From Publishers Weekly
Quinn's (After Dachau) new graphic novel incorporates his interests in alternative realities and the environment while using an odd and engaging narrative device. The entire social, technological and biological life of the planet, and indeed the universe, is traveling backwards. People are "born" in cemeteries, dug up and transferred to a hospital where they awake into life. In this strange universe, individuals enter life as adults driven by fate to reunite with (and reenter) their mothers, all the while growing younger as they return like salmon to the point of their beginnings. Quinn's book offers an elegant cosmological loop suggesting that at death we just start over again in another realm retracing our existential steps. Mankind methodically abandons technology; incredibly, coal and raw resources are put back into the ground; computers are discarded for typewriters and the great cities are dismantled. But Quinn's protagonist, Adam Taylor, is the odd man out, his mother nowhere to be found. Seemingly immortal, Taylor outlives his peers to witness entire human epochs pass before his eyes in reverse until he reaches the very beginning of civilization and an answer to the riddle of his mother's whereabouts. Quinn's quirky tale is compelling, but its implications are a bit too obvious (as technology recedes, the environment recovers, native peoples recover their lands from whites, etc.), and a little silly (if vegetables go back into the ground, just where, dare we ask, do foodstuffs come from in the first place?). Eldred's color artwork is competent but bland and conventional.

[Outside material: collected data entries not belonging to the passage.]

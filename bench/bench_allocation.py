"""Allocation benchmark: the conditional-expectation allocation beside the analysis the user
already waits for, and beside a brute-force leave-one-out reference.

Run: .venv/bin/python bench/bench_allocation.py   (prints one table; about a minute)

Timings interleave ours and the reference (A, B, A, B) in one process; min and median.
"""

from __future__ import annotations

import math
import statistics
import sys
import time
import tracemalloc
from pathlib import Path

import numpy as np
from scipy import stats

sys.path.insert(0, str(Path(__file__).resolve().parents[1]))

from engine import CorrelationSpec, Estimate, LineItem, analyze
from engine.allocation import allocate
from engine.allocation.exact_shares import conditional_means
from engine.exact.convolution import exact_total
from engine.families.distributions import Triangular

rows: list[tuple[str, str, str]] = []


def interleaved(a, b, repeat: int) -> tuple[list[float], list[float]]:
    ta, tb = [], []
    for _ in range(repeat):
        for fn, out in ((a, ta), (b, tb)):
            t0 = time.perf_counter()
            fn()
            out.append(time.perf_counter() - t0)
    return ta, tb


def said(ta: list[float], tb: list[float]) -> str:
    return (
        f"{min(ta):.2f} / {statistics.median(ta):.2f} s vs {min(tb):.2f} / "
        f"{statistics.median(tb):.2f} s; ratio of medians {statistics.median(ta) / statistics.median(tb):.2f}"
    )


def triangulars(n: int, seed: int) -> Estimate:
    rng = np.random.default_rng(seed)
    low = rng.uniform(50, 1000, n)
    mode = low + rng.uniform(0, 200, n)
    high = mode + rng.uniform(10, 800, n)
    return Estimate(
        items=[
            LineItem(
                f"Item {k}",
                "triangular",
                low=float(a),
                most_likely=float(m),
                high=float(b),
                group=f"G{k % 12}",
            )
            for k, (a, m, b) in enumerate(zip(low, mode, high, strict=True))
        ]
    )


def against_analysis(label: str, estimate: Estimate, repeat: int, **settings) -> None:
    analysis = analyze(estimate, **settings)
    ta, tb = interleaved(
        lambda: allocate(estimate, analysis), lambda: analyze(estimate, **settings), repeat
    )
    tracemalloc.start()
    allocate(estimate, analysis)
    peak = tracemalloc.get_traced_memory()[1] / 1e6
    tracemalloc.stop()
    rows.append((label, "allocate vs analyze: " + said(ta, tb), f"peak {peak:.0f} MB"))


def brute_force(dists, t: float) -> np.ndarray:
    """E[X_i | T = t] = int x f_i(x) f_rest(t - x) dx / f_T(t), the rest's density from its
    own exact total (central differences of its CDF), the integral by the trapezoid rule."""
    out = []
    for i, d in enumerate(dists):
        rest = exact_total([e for j, e in enumerate(dists) if j != i])
        lo, hi = d.bounds()
        x = np.linspace(lo, hi, 4001)
        h = rest.sd / 400
        f_rest = (rest.cdf(t - x + h) - rest.cdf(t - x - h)) / (2 * h)
        w = d.pdf(x) * f_rest
        out.append(np.trapezoid(x * w, x) / np.trapezoid(w, x))
    return np.array(out)


def against_brute_force(n: int) -> None:
    rng = np.random.default_rng(n)
    dists = [
        Triangular(float(a), float(a + c), float(a + c + w))
        for a, c, w in zip(
            rng.uniform(50, 1000, n), rng.uniform(0, 200, n), rng.uniform(10, 800, n), strict=True
        )
    ]
    total = exact_total(dists)
    t = float(total.ppf(0.8))
    ta, tb = interleaved(lambda: conditional_means(dists, [t]), lambda: brute_force(dists, t), 3)
    gap = np.max(np.abs(conditional_means(dists, [t])[:, 0] - brute_force(dists, t))) / total.sd
    rows.append(
        (
            f"{n} triangular items at P80",
            "ours vs brute-force leave-one-out: " + said(ta, tb),
            f"largest difference {gap:.1e} sd",
        )
    )


def normal_accuracy(n: int) -> None:
    # E[X_i | T = t] = mu_i + s_i^2 / S^2 (t - M): bivariate normal conditional mean.
    rng = np.random.default_rng(3)
    means, sds = rng.uniform(100, 900, n), rng.uniform(5, 120, n)
    z = stats.norm.ppf(0.9)
    estimate = Estimate(
        items=[
            LineItem(f"N{k}", "normal", low=m - z * s, high=m + z * s, low_pct=10, high_pct=90)
            for k, (m, s) in enumerate(zip(means, sds, strict=True))
        ]
    )
    analysis = analyze(estimate, method="exact", levels=(50, 80, 90, 99))
    alloc = allocate(estimate, analysis)
    s2 = float(np.sum(sds**2))
    worst = 0.0
    for row in alloc.levels:
        want = means + sds**2 / s2 * (row.total - means.sum())
        got = np.array(row.shares) + np.array(alloc.bases)
        worst = max(worst, float(np.max(np.abs(got - want))) / math.sqrt(s2))
    adds = max(abs(math.fsum(r.shares) - r.contingency) / r.total for r in alloc.levels)
    rows.append(
        (
            f"{n} normal items, P50-P99",
            "against the closed form",
            f"largest error {worst:.1e} sd; shares add up to {adds:.0e} of the total",
        )
    )


def correlated(n: int) -> None:
    estimate = triangulars(n, seed=7)
    estimate.correlation = CorrelationSpec(default=0.3)
    against_analysis(f"{n} correlated items x 100k trials", estimate, 3, trials=100_000, seed=1)


if __name__ == "__main__":
    normal_accuracy(500)
    against_brute_force(40)
    against_analysis("500 triangular items, exact", triangulars(500, 1), 5, method="exact")
    against_analysis("10,000 triangular items, exact", triangulars(10_000, 2), 2, method="exact")
    correlated(200)
    width = max(len(r[0]) for r in rows)
    for label, timing, extra in rows:
        print(f"{label:<{width}}  {timing}  {extra}")
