"""The window at 10 000 items against the same window at 200 items.

Prints, side by side with the ratio: loading the estimate into the item table (model reset,
first paint), scrolling to the last row and repainting, an edit's first result with the
exact method (the debounce skipped, so it is the work itself), and for the large case how
long Cancel takes to stop a 100 000-trial simulation. Offscreen; each size runs in a fresh
subprocess so one does not warm the other's caches.
Run: .venv/bin/python bench/bench_window.py [--quick]
"""

from __future__ import annotations

import json
import subprocess
import sys
from pathlib import Path

ROOT = Path(__file__).resolve().parent.parent

CASE = r"""
import json, os, sys, tempfile, time
os.environ["QT_QPA_PLATFORM"] = "offscreen"
sys.path.insert(0, {root!r})
import numpy as np
from PySide6.QtCore import QEventLoop, QSettings, QTimer
from PySide6.QtWidgets import QApplication
from engine import Estimate, LineItem, Settings
from gui.item_text import TABLE_COLUMNS
from gui.main_window import MainWindow

n, cancel_trials = {n}, {cancel_trials}
rng = np.random.default_rng(7)
items = []
for k in range(n):
    low = float(rng.uniform(1e3, 1e5)); ml = low * float(rng.uniform(1.05, 1.5))
    high = ml * float(rng.uniform(1.1, 2.5))
    items.append(LineItem(f"Package {{k}}", ("triangular", "pert")[k % 2], low, ml, high,
                          group=f"Area {{k % 7}}"))
app = QApplication([])


def measure():
    folder = tempfile.mkdtemp()
    window = MainWindow(store=QSettings(folder + "/w.ini", QSettings.Format.IniFormat),
                        recovery_dir=folder + "/recovery")
    window.resize(1440, 900); window.show(); app.processEvents()  # one pass, not a spin

    def until(done):
        # An event loop polled by a timer, not a processEvents() spin: with shiboken6 6.12
        # on Python 3.11 each processEvents() call loses a reference to None
        # (see gui/refcount_guard.py), a million a second in a spin.
        loop = QEventLoop()
        timer = QTimer(interval=2)
        timer.timeout.connect(lambda: done() and loop.quit())
        timer.start()
        if not done():
            loop.exec()
        timer.stop()

    out = {{}}
    exact = Settings(levels=(50.0, 80.0, 90.0), method="exact")
    results = []
    window.recomputer.finished.connect(results.append)
    window.settings_panel.set_settings(exact)
    start = time.perf_counter()
    window.editor.set_estimate(Estimate(items=items))
    window.table.viewport().repaint()
    out["load"] = time.perf_counter() - start

    start = time.perf_counter()
    window.table.scrollToBottom()
    window.table.viewport().repaint()
    app.processEvents()
    out["scroll"] = time.perf_counter() - start

    window.recompute_now(); until(lambda: results)  # the baseline result
    results.clear()
    high = TABLE_COLUMNS.index("High")
    start = time.perf_counter()
    window.editor.edit_cell(n - 1, high, str(round(items[-1].high * 1.2, 2)))
    window.recomputer.run_now()
    until(lambda: results)
    out["edit_exact"] = time.perf_counter() - start

    if cancel_trials:
        cancelled, fractions = [], []
        window.recomputer.cancelled.connect(lambda: cancelled.append(time.perf_counter()))
        window.recomputer.progress.connect(fractions.append)
        window.settings_panel.set_settings(Settings(levels=(50.0,), method="simulation",
                                                    trials=cancel_trials, seed=3))
        window.recompute_now()
        until(lambda: len(fractions) >= 3)
        clicked = time.perf_counter()
        window.cancel_button.click()
        until(lambda: cancelled)
        out["cancel"] = cancelled[0] - clicked
        out["cancel_at"] = fractions[-1]
    window.undo_stack.setClean(); window.close()
    print(json.dumps(out), flush=True)


measure()
"""


def run(n: int, cancel_trials: int) -> dict:
    done = subprocess.run(
        [sys.executable, "-c", CASE.format(root=str(ROOT), n=n, cancel_trials=cancel_trials)],
        capture_output=True,
        text=True,
        check=True,
        cwd=ROOT,
    )
    return json.loads(done.stdout.strip().splitlines()[-1])


def main() -> None:
    quick = "--quick" in sys.argv
    large = 2_000 if quick else 10_000
    small = run(200, 0)
    big = run(large, 100_000)
    print(f"{'window, offscreen':38s} {'200 items':>11s} {f'{large:,} items':>13s} {'ratio':>7s}")
    for key, label in (
        ("load", "load the model, first paint (s)"),
        ("scroll", "scroll to the last row, repaint (s)"),
        ("edit_exact", "edit to first exact result (s)"),
    ):
        ratio = big[key] / small[key] if small[key] else float("inf")
        print(f"{label:38s} {small[key]:11.3f} {big[key]:13.3f} {ratio:7.1f}")
    print(
        f"{'Cancel of 100 000 trials, to stopped (s)':38s} {'':11s} {big['cancel']:13.3f}"
        f"   (cancelled at {100 * big['cancel_at']:.1f}% done)"
    )


if __name__ == "__main__":
    main()
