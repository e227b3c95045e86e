"""Schedule benchmark: the finish of parallel paths beside the same items summed, and the
exact finish's accuracy against the closed form F(t)^n.

Timed interleaved (paths, sum, paths, sum...) in one process, the whole `analyze` call each
time; min and median printed with their ratio. Run: .venv/bin/python bench/bench_paths.py
"""

from __future__ import annotations

import statistics
import sys
import time
from pathlib import Path

import numpy as np

sys.path.insert(0, str(Path(__file__).resolve().parents[1]))

from engine import Estimate, LineItem, analyze

ROUNDS = 5


def schedule(paths: int, per_path: int, shared: bool, seed: int) -> list[LineItem]:
    rng = np.random.default_rng(seed)
    items = []
    for p in range(paths):
        for k in range(per_path):
            low = float(rng.uniform(5, 20))
            mode = low + float(rng.uniform(1, 5))
            high = mode + float(rng.uniform(2, 25))
            items.append(LineItem(f"P{p} A{k}", "triangular", low, mode, high, paths=(f"P{p}",)))
    if shared:
        every = tuple(f"P{p}" for p in range(paths))
        items.append(LineItem("Shared start", "pert", 5, 8, 20, paths=every))
    return items


def interleaved(paths_call, sum_call) -> tuple[list[float], list[float]]:
    a, b = [], []
    for _ in range(ROUNDS):
        for fn, out in ((paths_call, a), (sum_call, b)):
            t0 = time.perf_counter()
            fn()
            out.append(time.perf_counter() - t0)
    return a, b


def report(name: str, a: list[float], b: list[float]) -> None:
    print(
        f"{name:<44} paths min {min(a):7.3f} s med {statistics.median(a):7.3f} s | "
        f"sum min {min(b):7.3f} s med {statistics.median(b):7.3f} s | "
        f"ratio (min) {min(a) / min(b):5.2f}"
    )


def main() -> None:
    for paths, per_path, shared in ((5, 40, False), (20, 50, False), (5, 40, True), (20, 50, True)):
        items = schedule(paths, per_path, shared, seed=paths * 100 + per_path)
        plain = [i.with_changes(paths=()) for i in items]
        method = "simulation" if shared else "exact"
        kwargs = {"trials": 100_000, "seed": 1} if shared else {}
        a, b = interleaved(
            lambda items=items, kwargs=kwargs: analyze(Estimate(items), **kwargs),
            lambda plain=plain, method=method, kwargs=kwargs: analyze(
                Estimate(plain), method=method, **kwargs
            ),
        )
        label = f"{paths} paths x {per_path} items, {'shared start, ' if shared else ''}{method}"
        report(label, a, b)
    # Accuracy: four triangular(80, 100, 120) paths, F(t) = F_tri(t)^4 (product of CDFs).
    items = [LineItem(f"A{k}", "triangular", 80, 100, 120, paths=(f"P{k}",)) for k in range(4)]
    finish = analyze(Estimate(items)).total
    t = np.linspace(80, 120, 4001)
    tri = np.where(t <= 100, (t - 80) ** 2 / 800, 1 - (120 - t) ** 2 / 800)
    error = np.max(np.abs(finish.cdf(t) - tri**4))
    print(
        f"4 x triangular(80,100,120): P(finish <= 100) = {float(finish.cdf(100.0)):.6f} (0.0625);"
    )
    print(
        f"  largest |F(t) - F_tri(t)^4| over [80, 120]: {error:.2e}; grid error bound {finish.error_bound:.3g} days"
    )


if __name__ == "__main__":
    main()
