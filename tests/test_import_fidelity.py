"""Estimators' workbooks and CSV files read as the estimator means them.

Subtotals are never items (by label, by formula with or without a saved result, by arithmetic
to confirm), several sheets combine, chart and empty sheets are skipped and said, a CSV quote
that never closes does not swallow the rows after it, and columns not mapped stay with the
items as notes. Every file is built here; expected totals are the typed numbers' closed-form
means: triangular (a + m + b) / 3 (Johnson, Kotz & Balakrishnan, Continuous Univariate
Distributions vol. 2, ch. 26), a risk event p times its impact's mean.
"""

from __future__ import annotations

import json
import re
from pathlib import Path

import pytest
from estimator_workbooks import (
    PLAN_ITEMS,
    REGISTER,
    add_cached_values,
    cost_plan_workbook,
    triangular_mean,
    workbook,
)
from openpyxl import Workbook, load_workbook
from openpyxl.chart import BarChart, Reference

from cli.main import main
from engine import analyze
from fileio.project import load_project, save_project
from fileio.readers import read_estimate
from reports import write_report


@pytest.fixture
def cost_plan(tmp_path: Path) -> Path:
    return cost_plan_workbook(tmp_path / "depot.xlsx")


def run(argv: list[str], capsys) -> tuple[int, str, str]:
    code = main(argv)
    out, err = capsys.readouterr()
    return code, out, err
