"""Correlated simulation at scale, against the same items simulated independently.

Cases (100k Latin hypercube trials each, invented estimates):
- 200 items with a full structure (default 0.3, five groups at 0.6, three named pairs at
  0.8): the whole `analyze` by block factors (now) against the same call by Iman-Conover on
  the dense matrix (the route before; forced by raising the block-factor threshold).
  Target: faster than before.
- 2,000 items with a default of 0.3: `analyze` against `simulate` of the same items
  independent. Target: at most 3x the independent simulation, under 1 GB.

Timings are interleaved in one process (A, B, A, B...) after a first run that builds each PERT
item's sampling tables; min and median are printed with their ratios. Peak memory is each
case's own, from a fresh subprocess (VmHWM: ru_maxrss would carry this process's peak
across fork and exec). Achieved rank correlations are printed
against the stated ones (mean and largest |difference| over the measured pairs).

Run: .venv/bin/python bench/bench_correlation.py [--quick]
"""

from __future__ import annotations

import statistics
import subprocess
import sys
import time
from collections.abc import Callable
from pathlib import Path

import numpy as np

ROOT = Path(__file__).resolve().parents[1]
sys.path.insert(0, str(ROOT))

from engine import CorrelationPair, CorrelationSpec, Estimate, LineItem, analyze  # noqa: E402
from engine.dependence import correlation  # noqa: E402
from engine.simulation.replicates import simulate  # noqa: E402
from engine.validation import build_distribution  # noqa: E402

TRIALS = 100_000
REPEATS = 3
LIMIT_RATIO = 3.0
LIMIT_MB = 1024


def invented_estimate(items: int, structure: str) -> Estimate:
    """Work packages of a made-up plant extension, in k."""
    rng = np.random.default_rng(2024)
    families = ("triangular", "pert", "uniform")
    out = []
    for k in range(items):
        low = float(rng.uniform(50, 150))
        likely = low + float(rng.uniform(5, 50))
        high = likely + float(rng.uniform(10, 200))
        out.append(
            LineItem(
                f"package {k:05d}",
                families[k % 3],
                low,
                likely,
                high,
                probability=0.3 if k % 10 == 0 else 1.0,
                group=f"area {k % 5}",
            )
        )
    if structure == "default":
        spec = CorrelationSpec(default=0.3)
    else:
        spec = CorrelationSpec(
            pairs=[
                CorrelationPair(f"package {k:05d}", f"package {k + 5:05d}", 0.8) for k in (1, 7, 21)
            ],
            groups={f"area {g}": 0.6 for g in range(5)},
            default=0.3,
        )
    return Estimate(out, title="bench", correlation=spec)


def dense_route(estimate: Estimate) -> None:
    """The route before block factors: Iman-Conover on the dense matrix."""
    saved = correlation.FACTOR_ITEMS
    correlation.FACTOR_ITEMS = 10**9
    try:
        analyze(estimate, trials=TRIALS, seed=1)
    finally:
        correlation.FACTOR_ITEMS = saved


def interleaved(runs: dict[str, Callable[[], object]]) -> dict[str, list[float]]:
    times: dict[str, list[float]] = {name: [] for name in runs}
    for _ in range(REPEATS):
        for name, run in runs.items():
            started = time.perf_counter()
            run()
            times[name].append(time.perf_counter() - started)
    return times


MEMORY_CASE = r"""
import json, sys
sys.path.insert(0, {root!r})
sys.path.insert(0, {bench!r})
from bench_correlation import TRIALS, dense_route, invented_estimate
from engine import analyze
from engine.simulation.replicates import simulate
from engine.validation import build_distribution
estimate = invented_estimate({items}, {structure!r})
if {how!r} == "independent":
    simulate([build_distribution(i) for i in estimate.items], trials=TRIALS, seed=1)
elif {how!r} == "dense":
    dense_route(estimate)
else:
    analyze(estimate, trials=TRIALS, seed=1)
status = open("/proc/self/status").read().split("VmHWM:")[1]
print(json.dumps(int(status.split()[0]) / 1024))
"""


def peak_mb(items: int, structure: str, how: str) -> float:
    code = MEMORY_CASE.format(
        root=str(ROOT), bench=str(ROOT / "bench"), items=items, structure=structure, how=how
    )
    out = subprocess.run([sys.executable, "-c", code], capture_output=True, text=True, check=True)
    return float(out.stdout.strip().splitlines()[-1])


def case(label: str, items: int, structure: str, reference: str) -> None:
    estimate = invented_estimate(items, structure)
    dists = [build_distribution(i) for i in estimate.items]
    analyze(estimate, trials=TRIALS, seed=1)  # builds each PERT item's tables once
    runs: dict[str, Callable[[], object]] = {
        "block factors (analyze)": lambda: analyze(estimate, trials=TRIALS, seed=1)
    }
    if reference == "dense":
        runs["Iman-Conover, dense (analyze, before)"] = lambda: dense_route(estimate)
    else:
        runs["independent (simulate)"] = lambda: simulate(dists, trials=TRIALS, seed=1)
    times = interleaved(runs)
    ours, ref = (times[name] for name in runs)
    ratio_min, ratio_median = min(ours) / min(ref), statistics.median(ours) / statistics.median(ref)
    print(f"\n{label}: {items:,} items x {TRIALS:,} trials, {REPEATS} interleaved runs")
    print(f"  {'route':<40}{'min s':>8}{'median s':>10}{'peak MB':>9}")
    for name, how in zip(runs, ("analyze", reference), strict=True):
        mb = peak_mb(items, structure, how)
        print(
            f"  {name:<40}{min(times[name]):>8.2f}{statistics.median(times[name]):>10.2f}{mb:>9.0f}"
        )
    print(f"  ratio (block factors / reference): min {ratio_min:.2f}, median {ratio_median:.2f}")
    dependence = analyze(estimate, trials=TRIALS, seed=1).dependence
    summary = dependence.achieved_summary
    print(
        f"  achieved vs stated rank correlation over {summary.pairs:,} pairs of "
        f"{summary.items} items: mean |diff| {summary.mean_abs_deviation:.4f}, "
        f"largest {summary.max_abs_deviation:.4f}"
    )
    if reference == "dense":
        print(f"  target faster than before: {'met' if ratio_median < 1 else 'NOT met'}")
    else:
        ours_mb = peak_mb(items, structure, "analyze")
        met = ratio_median <= LIMIT_RATIO and ours_mb < LIMIT_MB
        print(
            f"  target <= {LIMIT_RATIO:g}x independent and < {LIMIT_MB} MB: "
            f"{'met' if met else 'NOT met'}"
        )


def main() -> None:
    case("Full structure", 200, "full", "dense")
    case("Default 0.3", 400 if "--quick" in sys.argv else 2_000, "default", "independent")


if __name__ == "__main__":
    main()
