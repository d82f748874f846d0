"""The incremental build: work done from an item's neighbourhood and kept in the results cache.

Soundness rests on two facts, each tested here: (1) an item computed or rendered from its
neighbourhood (generator.neighbourhood) gives the same bytes as from the whole handbook, for
every item of the demo; (2) a rebuild that takes results from the cache publishes exactly what
a clean build publishes, and redoes the work of the items whose neighbourhood changed.  Chart
drawing is a stand-in; timings belong to benchmarks/bench_build.py.
"""

from __future__ import annotations

import hashlib
import importlib
import json
import os
import re
import shutil
import sqlite3
import subprocess
import sys
from contextlib import closing
from pathlib import Path

import numpy as np
import pytest

from conftest import REPO
from generator.cli import main
from generator.compute import _reaction_result, compute_handbook
from generator.design import reaction_design
from generator.history import source_histories
from generator.load import load_handbook
from generator.neighbourhood import (
    Digester,
    canonical_pickle,
    item_view,
    reaction_handbook,
    reaction_view,
)
from generator.results_cache import DATABASE, ResultsCache, kept_or_made
from generator.site import pages
from generator.thermo.species_props import formation_coefficients, formation_functions

publish_mod = importlib.import_module("generator.site.publish")
DEMO = REPO / "sources"
EPOCH = "1767225600"  # 2026-01-01T00:00:00Z, an arbitrary fixed build date
SUMMARY = re.compile(r"(\d+) of (\d+) sheets rendered")


def fake_render_many(specs, jobs=1):
    return [(f'<svg xmlns="http://www.w3.org/2000/svg"><title>'
             f'{hashlib.sha256(s.to_canonical_json().encode()).hexdigest()[:8]}</title></svg>'
             ).encode() for s in specs]


@pytest.fixture(autouse=True)
def quick_charts(monkeypatch) -> None:
    monkeypatch.setattr(publish_mod, "render_many", fake_render_many)
    monkeypatch.setenv("SOURCE_DATE_EPOCH", EPOCH)
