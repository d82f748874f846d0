"""``publish``: compute, build every page context, render, draw the charts, then write.

Everything is read and computed before the first byte is written.  The files go into a
fresh temporary folder (generator.site.output.Staging) as they are ready — the render
workers hand their pages to it, the drawn charts follow — and the write ends in a swap of
that complete folder, so a failure leaves the previous site as it was.  The output
depends only on the sources: the build date is SOURCE_DATE_EPOCH or the newest source
file's modification time, never the clock.
"""

from __future__ import annotations

import json
import os
import subprocess
import sys
import time
from collections.abc import Callable, Mapping, Sequence
from dataclasses import dataclass, field, replace
from datetime import datetime, timezone
from pathlib import Path

from generator import parallel
from generator.caution import CAUTION
from generator.compute import Computed, compute_handbook
from generator.diagnostics import Finding, Severity
from generator.exports import (
    SPECIES_UNITS,
    csv_table,
    json_text,
    num,
    reaction_json,
    species_rows,
)
from generator.model import Handbook
from generator.neighbourhood import Digester, digester_for, item_view
from generator.progress import Progress
from generator.results_cache import ResultsCache, batched
from generator.site import assets, markdown_notes, output, pages
from generator.site.chart_cache import ChartCache, cache_key, default_folder, entry_bytes
from generator.site.manifest import file_digests

NOT_IN_GIT = "not under version control"
SPECIES_CSV = ("T", "Cp", "H_minus_H298", "S", "G", "gef", "dfH", "u.dfH", "dfG", "u.dfG",
               "log10Kf", "extrapolated")
REACTION_CSV = ("T", "drH", "u.drH", "drS", "u.drS", "drG", "u.drG", "drCp", "drU", "TdrS",
                "K", "log10K", "u.log10K", "E", "Etn", "extrapolated")
SEARCH_GLOBAL = "THERMOFOLIO_SEARCH"


def render_many(specs, jobs: int = 1, progress=None) -> list[bytes]:
    """generator.charts.render_many, imported late (matplotlib only when charts are drawn)."""
    from generator.charts import render_many as draw

    return draw(specs, jobs, progress)


_OWN_RENDER_MANY = render_many


# --- facts about the sources (I/O, before any writing) -------------------------------------


def build_date(root: Path) -> str:
    """UTC date of SOURCE_DATE_EPOCH, else of the newest source file's modification time."""
    epoch = os.environ.get("SOURCE_DATE_EPOCH", "").strip()
    stamp: float | None = None
    if epoch:
        try:
            stamp = float(int(epoch))
        except ValueError:
            stamp = None
    if stamp is None:
        mtimes = [p.stat().st_mtime for p in sorted(root.rglob("*")) if p.is_file()
                  and not any(part.startswith(".") for part in p.relative_to(root).parts)]
        stamp = max(mtimes, default=0.0)
    return datetime.fromtimestamp(stamp, tz=timezone.utc).strftime("%Y-%m-%d")


def source_revision(root: Path) -> str:
    """``git rev-parse --short HEAD`` of the sources, or "not under version control"."""
    try:
        done = subprocess.run(["git", "-C", str(root), "rev-parse", "--short", "HEAD"],
                              capture_output=True, text=True, timeout=10, check=False)
    except (OSError, subprocess.SubprocessError):
        return NOT_IN_GIT
    rev = done.stdout.strip()
    return rev if done.returncode == 0 and rev else NOT_IN_GIT


# --- charts --------------------------------------------------------------------------------


def chart_entries(computed: Computed, keys: Sequence[str] | None = None) -> dict[str, list]:
    """ChartEntry lists from generator.site.chart_specs, keyed species:<id> / reaction:<id>;
    with ``keys``, those items' charts only, else every item's and the handbook pages'."""
    try:
        from generator.site import chart_specs
    except ImportError:  # the chart specs module is not part of this build
        return {}
    out: dict[str, list] = {}
    for key in pages.item_keys(computed) if keys is None else keys:
        kind, _, item = key.partition(":")
        if kind == "species":
            out[key] = list(chart_specs.species_charts(computed.species[item], computed))
        else:
            out[key] = list(chart_specs.reaction_charts(computed.reactions[item], computed))
    if keys is None:
        out.update(handbook_chart_entries(computed))  # family and element pages
    return out


def handbook_chart_entries(computed: Computed) -> dict[str, list]:
    """The charts of the family and element pages, keyed family:<name> / element:<el>."""
    try:
        from generator.site import chart_specs
    except ImportError:
        return {}
    return chart_specs.handbook_charts(computed)


def chart_digest(spec) -> str:
    from generator.charts import spec_digest

    return spec_digest(spec)


def chart_path(spec, digest: str | None = None) -> str:
    return f"charts/{(digest or chart_digest(spec))[:16]}.svg"


def _is_level(spec) -> bool:
    from generator.charts import LevelDiagramSpec

    return isinstance(spec, LevelDiagramSpec)


def plan_charts(entries: Mapping[str, Sequence]
                ) -> tuple[dict[str, list[pages.ChartView]], dict[str, object]]:
    """Views per item and the distinct specs to draw, by their content-addressed path."""
    views, specs, _digests = _plan(entries)
    return views, specs


def _plan(entries: Mapping[str, Sequence]):
    views: dict[str, list[pages.ChartView]] = {}
    specs: dict[str, object] = {}
    digests: dict[str, str] = {}
    for key in sorted(entries):
        for entry in entries[key]:
            digest = chart_digest(entry.spec)
            path = chart_path(entry.spec, digest)
            if path not in specs:
                specs[path] = entry.spec
                digests[path] = digest
            views.setdefault(key, []).append(pages.ChartView(
                path=path, caption=entry.caption, alt=entry.spec.description,
                level=_is_level(entry.spec)))
    return views, specs, digests


@dataclass(frozen=True)
class ChartStats:
    """Charts published, drawn this build, taken from the cache, and cache entries rejected."""

    total: int
    drawn: int
    cached: int
    rejected: int


def _renderer_name() -> str:
    """"" for the real drawer; a stand-in's qualified name salts its cache keys."""
    fn = render_many
    if fn is _OWN_RENDER_MANY:
        return ""
    name = getattr(fn, "__qualname__", type(fn).__qualname__)
    return f"{getattr(fn, '__module__', type(fn).__module__)}.{name}"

Copyright 2001 Cahners Business Information, Inc.



Product Description
Daniel Quinn strikes again with this full-color, illustrated novel. What’s going to happen when the universe comes to the end of its string? Like a cosmic yo-yo, it’s going to start traveling back UP the string, to its beginning—and every life that has ever been lived will be lived again: in reverse. The strangest adventure to be found in this backward-running universe is that of Adam Taylor, whose epic quest through time cannot end until he finds his way into the womb that gave birth to us all.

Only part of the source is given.